The pandemic has had dramatically different consequences for the finances of payers and providers.
What a strange time it has been for American healthcare payers and providers.
When the nation’s governors issued stay-at-home order and advisories in March and April, routine healthcare came to a grinding halt. Elective procedures were canceled or postponed. Hospitals had created capacity for what many expected to be a huge influx of patients with COVID-19 who could overwhelm their finite supply of hospital beds, intensive care units, respirators and personal protective equipment. In some hotspots and at some hospitals in those hotspots, that influx occurred, and there was another surge of cases in some parts of the country in July. But in other places and for many providers, the COVID-19 pandemic led to a precipitous decline in use and with that drop, a drop in revenue.
About 1.4 million healthcare workers lost their jobs in April. The American Hospital Association said that collectively, the country’s hospitals suffered $200 billion in financial losses because of COVID-19 from the beginning of March through the end of June. Lou Ellen Horwitz, CEO of the Urgent Care Association, says urgent care centers were a “ghost town” in March and April. Based on its financial and other data from a representative sample of 800 hospitals, Kaufman Hall said that hospital operating margins fell by nearly 300% in April 2020 relative to April 2019. In its August “flash report” on hospitals, the Chicago-based consulting firm said hospital operating margins were down 96% compared with the first seven months of 2019.
Of course, for payers the lack of utilization had just the opposite effect on their finances. By and large, premiums dollars kept on flowing in and claims, and therefore healthcare expenditures, disappeared. As a result, insurers enjoyed huge margins, especially in the second quarter and likely in the third, although probably not as large. Research by Adam Block, Ph.D., an assistant professor of public health at New York Medical College, on the Managed Healthcare Executive® website shows that net operating income in the second quarter of this year had increased by an average of 136.7% relative to the second quarter of 2019 for five publicly traded insurers (UnitedHealth Group, Anthem, Cigna, Centene Corporation and Molina Healthcare).

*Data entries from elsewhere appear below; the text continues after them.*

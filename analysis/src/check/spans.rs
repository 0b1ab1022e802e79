//! Where the heard pitch is outside its tolerance: stretches that last, and exceed it by more than noise explains.

use super::settings::CheckSettings;
use super::{CheckSink, Heard};
use crate::convert::nearest_position;

/// Deviations by which the pitch must be back inside before a span ends.
const BACK_SDS: f64 = 1.0;
/// Deviations of its mean by which a span must exceed the tolerance.
const SURE_SDS: f64 = 2.0;
/// Time over which one heard pitch is averaged, in seconds: spans longer than this are surer than one instant.
const AVERAGED_S: f64 = 0.6;

/// A stretch of time over which the heard pitch was outside the tolerance, on one side of it.
#[derive(Debug, Clone, Copy, PartialEq)]
pub struct Span {
    /// Sample position where it begins.
    pub start: u64,
    /// Sample position where it ends.
    pub end: u64,
    /// Largest deviation, with its sign, in cents.
    pub worst_cents: f64,
    /// Mean deviation, in cents.
    pub mean_cents: f64,
}

/// Finds the spans in heard pitches.
#[derive(Debug)]
pub(super) struct Spans {
    tolerance: f64,
    /// Samples.
    min_span: u64,
    half_hop: u64,
    averaged: f64,
    last: Option<(u64, f64)>,
    open: Option<Open>,
    pub(super) found: Vec<Span>,
    pub(super) left_out: u64,
    /// Deviation farthest off among those that count, in cents.
    pub(super) worst: Option<f64>,
}

/// A stretch that may become a span.
#[derive(Debug, Clone, Copy)]
struct Open {
    sign: f64,
    start: u64,
    end: u64,
    worst: f64,
    sums: Sums,
    /// Since the last reading that was outside: they count once another one is.
    doubtful: Sums,
    established: Option<u64>,
}

#[derive(Debug, Clone, Copy, Default)]
struct Sums {
    count: f64,
    cents: f64,
    sd: f64,
}

impl Sums {
    fn push(&mut self, heard: &Heard) {
        self.count += 1.0;
        self.cents += heard.cents;
        self.sd += heard.sd_cents;
    }

    fn add(&mut self, other: Self) {
        self.count += other.count;
        self.cents += other.cents;
        self.sd += other.sd;
    }
}

impl Spans {
    pub(super) fn new(settings: &CheckSettings) -> Self {
        Self {
            tolerance: settings.tolerance_cents,
            min_span: nearest_position(settings.min_span_s * settings.sample_rate_hz),
            half_hop: settings.hop as u64 / 2,
            averaged: AVERAGED_S * settings.sample_rate_hz,
            last: None,
            open: None,
            found: Vec::new(),
            left_out: 0,
            worst: None,
        }
    }

    /// Where the span now running was established.
    pub(super) fn established(&self) -> Option<u64> {
        self.open.and_then(|open| open.established)
    }

    /// Takes in the next heard pitch.
    pub(super) fn push(&mut self, heard: &Heard, sink: &mut impl CheckSink) {
        let size = heard.cents.abs();
        let outside = size > self.tolerance;
        let sign = heard.cents.signum();
        let over = self.open.is_some_and(|open| {
            let other_side = outside && sign * open.sign < 0.0;
            let back = self.tolerance - heard.cents * open.sign > BACK_SDS * heard.sd_cents;
            other_side || back
        });
        if over {
            let (start, end) = (self.crossing(heard), heard.position);
            self.close(start.min(end), sink);
        }
        if outside {
            let start = self.crossing(heard);
            let edge = heard.position + self.half_hop;
            let open = self.open.get_or_insert(Open {
                sign,
                start,
                end: edge,
                worst: heard.cents,
                sums: Sums::default(),
                doubtful: Sums::default(),
                established: None,
            });
            open.end = edge;
            if size > open.worst.abs() {
                open.worst = heard.cents;
            }
            open.sums.add(std::mem::take(&mut open.doubtful));
            open.sums.push(heard);
            if open.established.is_none()
                && open.counts(self.tolerance, self.min_span, self.averaged)
            {
                open.established = Some(heard.position);
                sink.established(heard.position);
            }
        } else if let Some(open) = &mut self.open {
            open.doubtful.push(heard);
        } else {
            self.farthest(heard.cents);
        }
        self.last = Some((heard.position, heard.cents));
    }

    /// Ends what runs: the sound was interrupted.
    pub(super) fn interrupt(&mut self, sink: &mut impl CheckSink) {
        self.close(u64::MAX, sink);
        self.last = None;
    }

    /// Where the pitch crossed the tolerance on its way to this reading, by a straight line from the last.
    fn crossing(&self, heard: &Heard) -> u64 {
        let Some((position, cents)) = self.last else {
            return heard.position.saturating_sub(self.half_hop);
        };
        let way = heard.cents - cents;
        let limit = self.tolerance.copysign(if cents.abs() > self.tolerance { cents } else { way });
        let share = if way == 0.0 { 0.5 } else { ((limit - cents) / way).clamp(0.0, 1.0) };
        position + nearest_position(share * (heard.position - position) as f64)
    }

    fn close(&mut self, at: u64, sink: &mut impl CheckSink) {
        let Some(open) = self.open.take() else { return };
        let open = Open { end: open.end.min(at).max(open.start), ..open };
        if open.established.is_some() {
            sink.over(open.end);
        }
        if !open.counts(self.tolerance, self.min_span, self.averaged) {
            return;
        }
        self.farthest(open.worst);
        let span = Span {
            start: open.start,
            end: open.end,
            worst_cents: open.worst,
            mean_cents: open.sums.cents / open.sums.count,
        };
        sink.span(&span);
        if self.found.len() < super::Outcome::SPANS_MAX {
            self.found.push(span);
        } else {
            self.left_out += 1;
        }
    }

    fn farthest(&mut self, cents: f64) {
        if self.worst.is_none_or(|worst| cents.abs() > worst.abs()) {
            self.worst = Some(cents);
        }
    }
}

impl Open {
    /// Whether it is long enough, and by its mean surely outside.
    fn counts(&self, tolerance: f64, min_span: u64, averaged: f64) -> bool {
        let length = self.end - self.start;
        let excess = (self.sums.cents / self.sums.count).abs() - tolerance;
        let independent = (length as f64 / averaged).max(1.0);
        let sd = self.sums.sd / self.sums.count / independent.sqrt();
        length >= min_span && excess > SURE_SDS * sd
    }
}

“It makes a lot of sense because if all of the elective procedures went away and we are all still paying (the) same premiums that we were…earlier in the year, pre-COVID(-19), that money all stays as retained earnings for the health plans,” Block said in an interview.
The response
Many providers have received federal funding through the Paycheck Protection Program and Health Care Enhancement Act and the Coronavirus Aid, Relief, and Economic Security (CARES) Act, which allocated $175 billion for healthcare providers. Kaufman Hall’s calculation of the relative decrease in operating margin for the first half of the year compared with 2019 goes from 96% to 28% once CARES Act money is included. That’s still a significant drop in operating margin, but it also shows that the CARES Act has made a significant difference.
Relatively early on in the pandemic, many payers announced that they were helping out struggling providers by making advance payments with the short-term goal of shoring up their liquidity. UnitedHealthcare, for example, made $2 billion in funds available. Premera Blue Cross in Washington state announced advance payments of $100 million, and Blue Cross and Blue Shield of Minnesota pushed out $80 million.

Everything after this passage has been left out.